WHAT YOU SHOULD DO - In the records below, please retype word for word every line from the one containing "err = w.Write(b)" through the final one, both included, and nothing else.

+++

package replay

import "io"

// asyncWriter writes to w from its own goroutine, so that the replay
// computes the next megabyte while the kernel takes the last one.
type asyncWriter struct {
	w    io.Writer
	size int
	cur  []byte
	full chan []byte // buffers to write, in order
	free chan []byte // written buffers, for reuse
	done chan error  // the writer goroutine's first error, at the end
}

// newAsyncWriter starts the writer goroutine; Close ends it.
func newAsyncWriter(w io.Writer, size int) *asyncWriter {
	a := &asyncWriter{w: w, size: size, full: make(chan []byte, 3), free: make(chan []byte, 4), done: make(chan error, 1)}
	for range 3 {
		a.free <- make([]byte, 0, size)
	}
	a.cur = make([]byte, 0, size)
	go func() {
		var err error
		for b := range a.full {
			if err == nil {
				_, err = w.Write(b)
			}
			a.free <- b[:0]
		}
		a.done <- err
	}()
	return a
}

// Write copies p; a failure of an earlier write is returned at Close.
func (a *asyncWriter) Write(p []byte) (int, error) {
	a.cur = append(a.cur, p...)
	if len(a.cur) >= a.size {
		a.full <- a.cur
		a.cur = <-a.free
	}
	return len(p), nil
}

// Close writes what is left, waits for the writer and returns its error.
func (a *asyncWriter) Close() error {
	if len(a.cur) > 0 {
		a.full <- a.cur
	}
	close(a.full)
	return <-a.done
}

+++

REPLY TO THE TASK -
				_, err = w.Write(b)
			}
			a.free <- b[:0]
		}
		a.done <- err
	}()
	return a
}

// Write copies p; a failure of an earlier write is returned at Close.
func (a *asyncWriter) Write(p []byte) (int, error) {
	a.cur = append(a.cur, p...)
	if len(a.cur) >= a.size {
		a.full <- a.cur
		a.cur = <-a.free
	}
	return len(p), nil
}

// Close writes what is left, waits for the writer and returns its error.
func (a *asyncWriter) Close() error {
	if len(a.cur) > 0 {
		a.full <- a.cur
	}
	close(a.full)
	return <-a.done
}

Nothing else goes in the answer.